(Collection entries)
━━━━━━━━━━━━━━━━━━━━━━━━━━━━━━

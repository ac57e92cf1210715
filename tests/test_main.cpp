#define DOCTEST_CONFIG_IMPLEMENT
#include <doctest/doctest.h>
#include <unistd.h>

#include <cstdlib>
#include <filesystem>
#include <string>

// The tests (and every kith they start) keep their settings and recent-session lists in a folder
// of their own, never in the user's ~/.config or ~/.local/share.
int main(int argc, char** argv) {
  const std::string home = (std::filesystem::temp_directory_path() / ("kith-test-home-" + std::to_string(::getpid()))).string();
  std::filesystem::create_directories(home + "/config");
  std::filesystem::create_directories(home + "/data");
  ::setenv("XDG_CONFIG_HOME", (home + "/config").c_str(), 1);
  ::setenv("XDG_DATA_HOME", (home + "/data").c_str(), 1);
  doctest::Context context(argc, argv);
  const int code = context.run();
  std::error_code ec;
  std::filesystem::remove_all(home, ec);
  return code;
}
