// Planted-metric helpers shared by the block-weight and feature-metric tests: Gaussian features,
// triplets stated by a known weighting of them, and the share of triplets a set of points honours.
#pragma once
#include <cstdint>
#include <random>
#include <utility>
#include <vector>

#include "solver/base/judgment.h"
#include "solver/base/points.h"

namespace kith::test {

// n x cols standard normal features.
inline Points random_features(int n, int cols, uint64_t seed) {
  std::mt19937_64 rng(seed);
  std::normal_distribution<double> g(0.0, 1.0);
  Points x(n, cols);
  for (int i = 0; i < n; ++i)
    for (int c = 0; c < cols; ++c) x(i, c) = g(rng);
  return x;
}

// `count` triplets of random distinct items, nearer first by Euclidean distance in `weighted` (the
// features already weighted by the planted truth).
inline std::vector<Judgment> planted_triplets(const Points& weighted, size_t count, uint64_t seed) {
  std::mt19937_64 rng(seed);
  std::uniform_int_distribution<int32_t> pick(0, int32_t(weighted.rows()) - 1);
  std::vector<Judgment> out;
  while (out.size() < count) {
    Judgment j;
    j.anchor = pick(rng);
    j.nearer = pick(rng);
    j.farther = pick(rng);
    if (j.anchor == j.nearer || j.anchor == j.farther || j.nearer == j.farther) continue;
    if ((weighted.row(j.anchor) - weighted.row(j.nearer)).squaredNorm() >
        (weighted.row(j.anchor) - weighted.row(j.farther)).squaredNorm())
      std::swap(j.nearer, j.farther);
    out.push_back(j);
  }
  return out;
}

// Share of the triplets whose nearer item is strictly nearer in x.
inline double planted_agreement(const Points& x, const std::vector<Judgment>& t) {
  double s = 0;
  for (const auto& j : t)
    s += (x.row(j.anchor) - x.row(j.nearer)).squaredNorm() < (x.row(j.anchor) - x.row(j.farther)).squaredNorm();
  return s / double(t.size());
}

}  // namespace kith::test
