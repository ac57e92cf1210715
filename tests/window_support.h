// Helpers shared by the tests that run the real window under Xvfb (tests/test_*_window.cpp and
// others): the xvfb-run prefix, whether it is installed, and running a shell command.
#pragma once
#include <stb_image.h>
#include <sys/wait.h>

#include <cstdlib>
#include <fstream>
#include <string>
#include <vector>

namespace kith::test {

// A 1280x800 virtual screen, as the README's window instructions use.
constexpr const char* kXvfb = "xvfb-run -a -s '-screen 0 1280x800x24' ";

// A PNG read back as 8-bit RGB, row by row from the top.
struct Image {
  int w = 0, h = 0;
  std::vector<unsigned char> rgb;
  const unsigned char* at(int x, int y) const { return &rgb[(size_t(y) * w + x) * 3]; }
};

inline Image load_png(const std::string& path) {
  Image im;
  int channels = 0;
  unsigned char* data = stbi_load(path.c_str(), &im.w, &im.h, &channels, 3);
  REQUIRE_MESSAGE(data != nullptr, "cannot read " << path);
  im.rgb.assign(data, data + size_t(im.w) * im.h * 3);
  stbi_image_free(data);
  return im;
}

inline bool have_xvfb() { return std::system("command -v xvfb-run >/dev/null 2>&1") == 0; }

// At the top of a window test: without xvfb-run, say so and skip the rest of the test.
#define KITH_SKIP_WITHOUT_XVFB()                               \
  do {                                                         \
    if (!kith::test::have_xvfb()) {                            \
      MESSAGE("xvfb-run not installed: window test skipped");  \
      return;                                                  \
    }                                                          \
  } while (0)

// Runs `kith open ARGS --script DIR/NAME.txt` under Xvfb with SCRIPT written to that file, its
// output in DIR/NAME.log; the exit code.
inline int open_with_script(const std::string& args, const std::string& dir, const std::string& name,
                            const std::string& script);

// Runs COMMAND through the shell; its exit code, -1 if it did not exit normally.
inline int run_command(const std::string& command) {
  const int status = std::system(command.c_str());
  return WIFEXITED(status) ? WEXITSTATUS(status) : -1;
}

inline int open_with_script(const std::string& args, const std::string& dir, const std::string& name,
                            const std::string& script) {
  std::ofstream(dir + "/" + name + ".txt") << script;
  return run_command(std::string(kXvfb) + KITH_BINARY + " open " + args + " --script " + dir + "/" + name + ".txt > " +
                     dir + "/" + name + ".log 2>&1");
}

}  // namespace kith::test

━━━━━━━━━━━━━━━━━━━━━━━━━━━━━━

• **Task brief**
Could you write out all the data exactly as it is given?

• **Written answer**
repository ac57e92cf1210715
filename tests/test_main.cpp
#define DOCTEST_CONFIG_IMPLEMENT
#include <doctest/doctest.h>
#include <unistd.h>

#include <cstdlib>
#include <filesystem>
#include <string>

// The tests (and every kith they start) keep their settings and recent-session lists in a folder
// of their own, never in the user's ~/.config or ~/.local/share.
int main(int argc, char** argv) {
  const std::string home = (std::filesystem::temp_directory_path() / ("kith-test-home-" + std::to_string(::getpid()))).string();
  std::filesystem::create_directories(home + "/config");
  std::filesystem::create_directories(home + "/data");
  ::setenv("XDG_CONFIG_HOME", (home + "/config").c_str(), 1);
  ::setenv("XDG_DATA_HOME", (home + "/data").c_str(), 1);
  doctest::Context context(argc, argv);
  const int code = context.run();
  std::error_code ec;
  std::filesystem::remove_all(home, ec);
  return code;
}
// Planted-metric helpers shared by the block-weight and feature-metric tests: Gaussian features,
// triplets stated by a known weighting of them, and the share of triplets a set of points honours.
#pragma once
#include <cstdint>
#include <random>
#include <utility>
#include <vector>

#include "solver/base/judgment.h"
#include "solver/base/points.h"

namespace kith::test {

// n x cols standard normal features.
inline Points random_features(int n, int cols, uint64_t seed) {
  std::mt19937_64 rng(seed);
  std::normal_distribution<double> g(0.0, 1.0);
  Points x(n, cols);
  for (int i = 0; i < n; ++i)
    for (int c = 0; c < cols; ++c) x(i, c) = g(rng);
  return x;
}

// `count` triplets of random distinct items, nearer first by Euclidean distance in `weighted` (the
// features already weighted by the planted truth).
inline std::vector<Judgment> planted_triplets(const Points& weighted, size_t count, uint64_t seed) {
  std::mt19937_64 rng(seed);
  std::uniform_int_distribution<int32_t> pick(0, int32_t(weighted.rows()) - 1);
  std::vector<Judgment> out;
  while (out.size() < count) {
    Judgment j;
    j.anchor = pick(rng);
    j.nearer = pick(rng);
    j.farther = pick(rng);
    if (j.anchor == j.nearer || j.anchor == j.farther || j.nearer == j.farther) continue;
    if ((weighted.row(j.anchor) - weighted.row(j.nearer)).squaredNorm() >
        (weighted.row(j.anchor) - weighted.row(j.farther)).squaredNorm())
      std::swap(j.nearer, j.farther);
    out.push_back(j);
  }
  return out;
}

// Share of the triplets whose nearer item is strictly nearer in x.
inline double planted_agreement(const Points& x, const std::vector<Judgment>& t) {
  double s = 0;
  for (const auto& j : t)
    s += (x.row(j.anchor) - x.row(j.nearer)).squaredNorm() < (x.row(j.anchor) - x.row(j.farther)).squaredNorm();
  return s / double(t.size());
}

}  // namespace kith::test
repository ac57e92cf1210715
filename tests/window_support.h
// Helpers shared by the tests that run the real window under Xvfb (tests/test_*_window.cpp and
// others): the xvfb-run prefix, whether it is installed, and running a shell command.
#pragma once
#include <stb_image.h>
#include <sys/wait.h>

#include <cstdlib>
#include <fstream>
#include <string>
#include <vector>

namespace kith::test {

// A 1280x800 virtual screen, as the README's window instructions use.
constexpr const char* kXvfb = "xvfb-run -a -s '-screen 0 1280x800x24' ";

// A PNG read back as 8-bit RGB, row by row from the top.
struct Image {
  int w = 0, h = 0;
  std::vector<unsigned char> rgb;
  const unsigned char* at(int x, int y) const { return &rgb[(size_t(y) * w + x) * 3]; }
};

inline Image load_png(const std::string& path) {
  Image im;
  int channels = 0;
  unsigned char* data = stbi_load(path.c_str(), &im.w, &im.h, &channels, 3);
  REQUIRE_MESSAGE(data != nullptr, "cannot read " << path);
  im.rgb.assign(data, data + size_t(im.w) * im.h * 3);
  stbi_image_free(data);
  return im;
}

inline bool have_xvfb() { return std::system("command -v xvfb-run >/dev/null 2>&1") == 0; }

// At the top of a window test: without xvfb-run, say so and skip the rest of the test.
#define KITH_SKIP_WITHOUT_XVFB()                               \
  do {                                                         \
    if (!kith::test::have_xvfb()) {                            \
      MESSAGE("xvfb-run not installed: window test skipped");  \
      return;                                                  \
    }                                                          \
  } while (0)

// Runs `kith open ARGS --script DIR/NAME.txt` under Xvfb with SCRIPT written to that file, its
// output in DIR/NAME.log; the exit code.
inline int open_with_script(const std::string& args, const std::string& dir, const std::string& name,
                            const std::string& script);

// Runs COMMAND through the shell; its exit code, -1 if it did not exit normally.
inline int run_command(const std::string& command) {
  const int status = std::system(command.c_str());
  return WIFEXITED(status) ? WEXITSTATUS(status) : -1;
}

inline int open_with_script(const std::string& args, const std::string& dir, const std::string& name,
                            const std::string& script) {
  std::ofstream(dir + "/" + name + ".txt") << script;
  return run_command(std::string(kXvfb) + KITH_BINARY + " open " + args + " --script " + dir + "/" + name + ".txt > " +
                     dir + "/" + name + ".log 2>&1");
}

}  // namespace kith::test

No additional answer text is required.